*** Block opens ***

def floor_part(ctx: Context, specs: dict[str, Spec]) -> None:
    """``correct`` against the I/O floor scripts, in alternating rounds (floor,
    floor+hash, fourier, sinc, cubic), on ``.nii.gz`` and ``.nii`` copies of the
    standard and the multiband run; every ratio is of medians measured in the same
    rounds, in wall time and in processor time (user + system)."""
    args, work = ctx.args, ctx.work
    results: dict[str, Any] = {}
    rows: list[tuple[str, str, str, dict[str, tuple[float, float, float]],
                     tuple[float, float, float], bool, float | None]] = []
    for key in args.floor_runs:
        spec = specs[key]
        dataset = make_dataset(work / spec.folder, spec)
        plain_root, plain_images = nii_copy(dataset, spec, work)
        rounds = args.floor_repeat if key == "standard" else args.floor_multiband_repeat
        for fmt, root, image in ((".nii.gz", dataset, spec.images[0]),
                                 (".nii", plain_root, plain_images[0])):
            with open(root / image, "rb") as fh:  # into the page cache
                while fh.read(16 * MIB):
                    pass
            floors: dict[str, list[Measurement]] = {name: [] for name in FLOORS}
            sizes: dict[str, int] = {}
            by_method: dict[str, list[Measurement]] = {m: [] for m in FLOOR_TARGETS}
            engine: dict[str, list[float]] = {m: [] for m in FLOOR_TARGETS}
            for i in range(rounds):
                tag = f"{key}-{fmt.strip('.').replace('.', '')}-{i}"
                for name, hashing in FLOORS.items():
                    m, sizes[name] = run_floor(f"{key} {fmt}: I/O {name}", root / image,
                                               work, tag, hashing)
                    floors[name].append(m)
                for method in FLOOR_TARGETS:
                    m, sizes[method] = run_correct_sized(
                        f"{key} {fmt}: correct {method}", root, image, work,
                        f"floor-{method}-{tag}", "--method", method)
                    by_method[method].append(m)
                if args.floor_engine:
                    for method in FLOOR_TARGETS:
                        engine[method].append(engine_wall(root, work, method,
                                                          f"floor-engine-{method}-{tag}"))
                        print(f"  {key} {fmt}: engine alone ({method})".ljust(36)
                              + f" {engine[method][-1]:7.2f} s", flush=True)
            base = {name: (_median(values), _cpu(values), _user(values))
                    for name, values in floors.items()}
            entry: dict[str, Any] = {"rounds": rounds, "output_bytes": sizes}
            for name, values in floors.items():
                entry[name] = _summary(values) | {"cpu_s_median": round(_cpu(values), 3),
                                                  "user_s_median": round(_user(values), 3)}
            for method, values in by_method.items():
                times = (_median(values), _cpu(values), _user(values))
                over = {name: {kind: round(t / b, 3) for kind, t, b
                               in zip(("wall", "cpu", "user"), times, floor_times, strict=True)}
                        for name, floor_times in base.items()}
                ratio = times[0] / base["floor"][0]
                met = ratio <= FLOOR_TARGETS[method]
                # the bound no I/O can hide: the floor plus the engine's own wall time
                # (every output volume depends on every input volume, so the engine
                # runs between the last read and the first write)
                alone = statistics.median(engine[method]) if engine[method] else None
                bound = None if alone is None else (base["floor"][0] + alone) / base["floor"][0]
                entry[method] = _summary(values) | {
                    "cpu_s_median": round(times[1], 3), "user_s_median": round(times[2], 3),
                    "over_floor": round(ratio, 3), "over": over,
                    "target": f"<= {FLOOR_TARGETS[method]}", "met": met,
                    **({} if alone is None or bound is None else {
                        "engine_s": [round(t, 3) for t in engine[method]],
                        "engine_s_median": round(alone, 3),
                        "floor_plus_engine_s": round(base["floor"][0] + alone, 3),
                        "floor_plus_engine_over_floor": round(bound, 3)})}
                ctx.targets[f"floor_{key}_{fmt}_{method}"] = {
                    "value": round(ratio, 3), "target": f"<= {FLOOR_TARGETS[method]}",
                    "met": met, "over": over,
                    **({} if bound is None else {"floor_plus_engine_over_floor": round(bound, 3)})}
                rows.append((key, fmt, method, base, times, met, alone))
            results[f"{key} {fmt}"] = entry
    ctx.results["floor"] = results

    def table() -> None:
        print("\ncorrect against its I/O floors (decode, int16 -> float32, encode, fsync; "
              "floor+hash also SHA-256s input and output as correct must for provenance; "
              "medians of alternating rounds)")
        head = (f"{'run':<10} {'format':<8} {'method':<8} {'floor s':>7} {'+hash s':>7} "
                f"{'correct s':>9}  {'÷ floor wall/cpu/user':>22}  "
                f"{'÷ floor+hash wall/cpu/user':>26}  {'engine s':>8} {'bound':>5}  target")
        print(head)
        print("-" * len(head))
        for key, fmt, method, base, times, met, alone in rows:
            plain, hashed = base["floor"], base["floor+hash"]
            over = "/".join(f"{t / b:.2f}" for t, b in zip(times, plain, strict=True))
            over_hash = "/".join(f"{t / b:.2f}" for t, b in zip(times, hashed, strict=True))
            bound = ("    -     -" if alone is None
                     else f"{alone:8.2f} {(plain[0] + alone) / plain[0]:5.2f}")
            print(f"{key:<10} {fmt:<8} {method:<8} {plain[0]:7.2f} {hashed[0]:7.2f} "
                  f"{times[0]:9.2f}  {over:>22}  {over_hash:>26}  {bound}  "
                  f"≤ {FLOOR_TARGETS[method]:g} {_verdict(met)}")
        print("(wall: elapsed; cpu: user + system seconds; user: user seconds alone, the "
              "steadiest on a shared machine; the verdict is the wall ratio to the floor "
              "without hashing; engine s: the engine's own wall time inside correct, median; "
              "bound: (floor + engine) ÷ floor, the lowest wall ratio correct can reach, as "
              "the engine runs between the last read and the first write)")
        for name, entry in results.items():
            sizes = entry["output_bytes"]
            print(f"{name}: output {sizes['fourier'] / MIB:.0f} MiB (fourier), floor's "
                  f"{sizes['floor'] / MIB:.0f} MiB")

    ctx.tables.append(table)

*** Block closes ***

*WHAT YOU HAVE TO DO:* From the opening line of the data above through the line that contains "floor+hash, fourier, sinc, cubic), on", please print each line as it stands and only those lines.

*TASK SOLUTION:*
def floor_part(ctx: Context, specs: dict[str, Spec]) -> None:
    """``correct`` against the I/O floor scripts, in alternating rounds (floor,
    floor+hash, fourier, sinc, cubic), on ``.nii.gz`` and ``.nii`` copies of the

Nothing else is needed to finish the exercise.